DeepSeek V4: a cheaper, larger LLM that narrows the gap with frontier models

Servers with modular expert modules and long context ribbon

Chinese lab DeepSeek has released preview details for DeepSeek V4, a major update the company says brings its models much closer to so-called frontier systems. The announcement introduces two variants — V4 Flash and V4 Pro — and highlights big increases in scale, a 1 million-token context window, and aggressive pricing that positions the models as lower-cost alternatives to high-end proprietary offerings. While DeepSeek touts strong reasoning and coding results, the preview also reveals limits in knowledge benchmarks and fresh scrutiny over the company’s practices.

What DeepSeek V4 brings

DeepSeek shipped two preview builds: V4 Flash and V4 Pro. Both are mixture-of-experts (MoE) architectures designed to activate fewer parameters per request to reduce inference costs. Crucially, DeepSeek says both variants support a 1,000,000-token context window — large enough to ingest entire codebases or long technical documents in a single prompt. The company positions V4 as a generational step up from its V3.2/R1 releases, emphasizing efficiency and improved task performance.

Architecture and scale

V4 Pro is the headline model on scale: DeepSeek reports a total of 1.6 trillion parameters with roughly 49 billion active parameters per request, which the company describes as the largest open-weight model to date. V4 Flash is a smaller option at 284 billion parameters with about 13 billion active. The MoE approach enables these very large total parameter counts while keeping per-request compute and cost lower than a fully dense model of comparable size.

Performance claims

DeepSeek asserts V4 closes much of the gap with both open and closed frontier models on reasoning benchmarks, and that a V4-Pro-Max configuration outperforms many open-source peers and even edges out some tasks against OpenAI’s GPT-5.2 and Google’s Gemini 3.0 Pro.
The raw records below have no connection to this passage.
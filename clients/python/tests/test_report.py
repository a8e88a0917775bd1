"""The report reader: a report written by the real `concord report --format
json` loaded from a file and from a URL, and its DataFrames checked value by
value against the JSON they came from."""

import builtins
import json
import math
import os
import subprocess
import tempfile
import unittest

import concord_client
from concord_client.http_sink import PermanentError
from support import HANG_GUARD, ScriptedServer, invented_events, run_concord

MEMBERS = ["hue", "shape", "size"]
CLASSES = ["premium", "extra", "juice", "cull"]


def same(a, b):
    """JSON null and NaN are the same undefined figure; numbers compare exactly."""
    if b is None:
        return a is None or (isinstance(a, float) and math.isnan(a))
    return a == b


class ReportFromConcord(unittest.TestCase):
    @classmethod
    def setUpClass(cls):
        cls.dir = tempfile.mkdtemp(prefix="concord-py-")
        path = os.path.join(cls.dir, "ev.jsonl")
        with open(path, "w") as f:
            for eid, probs, ts, label in invented_events(600, members=3, classes=4):
                obj = {"id": eid, "ts": ts, "probs": probs}
                if label is not None:
                    obj["label"] = label
                f.write(json.dumps(obj) + "\n")
        cls.db = os.path.join(cls.dir, "r.db")
        run_concord("ingest", "--db", cls.db, "--model", "pack", "--classes", ",".join(CLASSES),
                    "--members", ",".join(MEMBERS), "--quiet", path)
        run_concord("baseline", "--db", cls.db, "--model", "pack", "--from", "2025-12-01",
                    "--to", "2025-12-02")
        cls.by_day_text = run_concord("report", "--db", cls.db, "--model", "pack", "--by", "day",
                                      "--format", "json").stdout
        cls.by_day = json.loads(cls.by_day_text)
        cls.path = os.path.join(cls.dir, "report.json")
        with open(cls.path, "wb") as f:
            f.write(cls.by_day_text)

    @classmethod
    def tearDownClass(cls):
        subprocess.run(["rm", "-rf", cls.dir])

    def test_load_from_file_is_the_json(self):
        report = concord_client.load_report(self.path)
        self.assertEqual(report, self.by_day)
        self.assertEqual(len(report["windows"]), 3)

    def test_load_refuses_what_is_not_a_report(self):
        bad = os.path.join(self.dir, "bad.json")
        with open(bad, "w") as f:
            f.write('{"models": []}')
        with self.assertRaises(ValueError) as cm:
            concord_client.load_report(bad)
        self.assertIn("not a concord report", str(cm.exception))
        with open(bad, "w") as f:
            f.write("concord report, text form\n")
        with self.assertRaises(ValueError) as cm:
            concord_client.load_report(bad)
        self.assertIn("--format json", str(cm.exception))

    def test_load_from_url_with_token(self):
        srv = ScriptedServer()
        self.addCleanup(srv.stop)
        srv.answer_get(200, {"Content-Type": "application/json"}, self.by_day_text)
        url = concord_client.report_url(srv.url, "pack", frm="2025-12-01", to="2025-12-03", by="day")
        report = concord_client.load_report(url, token="r34d", timeout=HANG_GUARD)
        self.assertEqual(report, self.by_day)
        req = srv.requests[-1]
        self.assertEqual(req["path"], "/v1/models/pack/report?format=json&from=2025-12-01"
                                      "&to=2025-12-03&by=day")
        self.assertEqual(req["headers"]["Authorization"], "Bearer r34d")
        srv.answer_get(404, {}, b'{"error":{"status":404,"message":"unknown model \\"nope\\""}}')
        with self.assertRaises(PermanentError) as cm:
            concord_client.fetch_report(srv.url, "nope", timeout=HANG_GUARD)
        self.assertEqual(cm.exception.status, 404)
        self.assertIn('unknown model "nope"', str(cm.exception))
        with self.assertRaises(ValueError):
            concord_client.report_url(srv.url, "pack", by="month")

    def test_windows_frame_matches_the_json(self):
        try:
            import pandas  # noqa: F401
        except ImportError:
            self.skipTest("pandas is not installed (Debian: python3-pandas)")
        report = self.by_day
        frame = concord_client.windows_frame(report)
        self.assertEqual([d.strftime("%Y-%m-%d") for d in frame.index],
                         [w["from"] for w in report["windows"]])
        for i, w in enumerate(report["windows"]):
            row = frame.iloc[i]
            checks = {
                "events": w["events"],
                "uncertainty.mutual_information": w["uncertainty"]["mutual_information"],
                "diversity.disagreement.mean": w["diversity"]["disagreement"]["mean"],
                "drift.class_mix.p_value": w["drift"]["class_mix"]["p_value"],
                "accuracy.ensemble": w["accuracy"]["ensemble"],
            }
            for m, name in enumerate(MEMBERS):
                checks["accuracy.members[%s]" % name] = w["accuracy"]["members"][m]
                checks["by_member.departure[%s]" % name] = w["by_member"]["departure"][m]
                checks["calibration.members[%s].ece" % name] = w["calibration"]["members"][m]["ece"]
            for c, name in enumerate(CLASSES):
                checks["by_class.recall[%s]" % name] = w["by_class"]["recall"][c]
                checks["class_counts[%s]" % name] = w["class_counts"][c]
                checks["label_shift.em[%s]" % name] = (w["label_shift"]["em"] or [None] * 4)[c]
            for path, z in w["zscores"].items():
                if not isinstance(z, list):
                    checks["zscores." + path] = z
            for col, expected in checks.items():
                with self.subTest(window=i, column=col):
                    self.assertTrue(same(row[col], expected), "%r != %r" % (row[col], expected))
            # every scalar leaf of the window is a column, and nothing else is
            flat = concord_client.window_figures(report, i)
            self.assertEqual(set(frame.columns), set(flat) - {"from"})
            for col, value in flat.items():
                if col != "from":
                    self.assertTrue(same(row[col], value), col)

    def test_pair_and_confusion_frames(self):
        try:
            import pandas  # noqa: F401
        except ImportError:
            self.skipTest("pandas is not installed (Debian: python3-pandas)")
        w = self.by_day["windows"][1]
        pairs = concord_client.pair_frames(self.by_day, 1)
        self.assertIn("kappa", pairs)
        self.assertIn("double_fault", pairs)
        for name, frame in pairs.items():
            self.assertEqual(list(frame.index), MEMBERS)
            self.assertEqual(list(frame.columns), MEMBERS)
            for a in range(3):
                for b in range(3):
                    self.assertTrue(same(frame.iloc[a, b], w["diversity"][name]["pairs"][a][b]),
                                    (name, a, b))
        conf = concord_client.confusion_frame(self.by_day, 1)
        self.assertEqual(conf.values.tolist(), w["accuracy"]["confusion"])
        self.assertEqual(list(conf.index), CLASSES)
        self.assertEqual(int(conf.values.sum()), w["labeled"])
        bins = concord_client.reliability_frame(self.by_day, 1)
        self.assertEqual(len(bins), 15)
        self.assertEqual(int(bins["count"].sum()), w["labeled"])


class WithoutPandas(unittest.TestCase):
    def test_clear_import_error(self):
        real_import = builtins.__import__

        def no_pandas(name, *args, **kw):
            if name == "pandas" or name.startswith("pandas."):
                raise ImportError("No module named 'pandas'")
            return real_import(name, *args, **kw)
        builtins.__import__ = no_pandas
        try:
            with self.assertRaises(ImportError) as cm:
                concord_client.windows_frame({"members": [], "classes": [], "windows": []})
        finally:
            builtins.__import__ = real_import
        msg = str(cm.exception)
        self.assertIn("windows_frame needs pandas", msg)
        self.assertIn("python3-pandas", msg)
        self.assertIn("load_report()", msg)


if __name__ == "__main__":
    unittest.main()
For coding competitions, the company says the V4 models are “comparable to GPT-5.4.” These are preview claims and, as with all benchmark statements, will require independent verification across a range of tasks and prompt distributions.

Limitations and concerns

Despite gains, DeepSeek’s preview acknowledges weaker performance on knowledge tests, trailing leading frontier models such as GPT-5.4 and Gemini 3.1 Pro. The firm characterizes that gap as roughly three to six months on a “developmental trajectory,” implying the strongest closed-source systems still hold an edge in up-to-date factual recall or knowledge-intensive tasks. Separately, DeepSeek faces reputational and legal scrutiny: U.S. authorities have alleged widespread IP theft tied to Chinese actors, and industry competitors including Anthropic and OpenAI have publicly accused DeepSeek of distilling their models. Those accusations and geopolitical headwinds add nontechnical risk to adoption.

Pricing and market impact

DeepSeek’s pricing is a key differentiator. The company lists V4 Flash at $0.14 per million input tokens and $0.28 per million output tokens, and V4 Pro at $0.145 per million input and $3.48 per million output. DeepSeek claims these rates undercut multiple frontier offerings and smaller open models, a strategy that could accelerate usage among cost-sensitive developers and enterprises that need long-context processing without frontier model prices.

What to watch next

The preview raises several follow-ups to monitor: independent benchmark replication (reasoning, coding, and knowledge tasks); how well the 1M-token context performs in real-world applications; whether DeepSeek expands beyond text-only capabilities; responses from regulators and industry peers regarding IP and model provenance; and actual availability and terms for commercial use. If the company’s claims hold up, V4 could alter cost-to-performance tradeoffs for large-context and code-heavy workloads — but adoption will hinge on proven accuracy, trust, and compliance.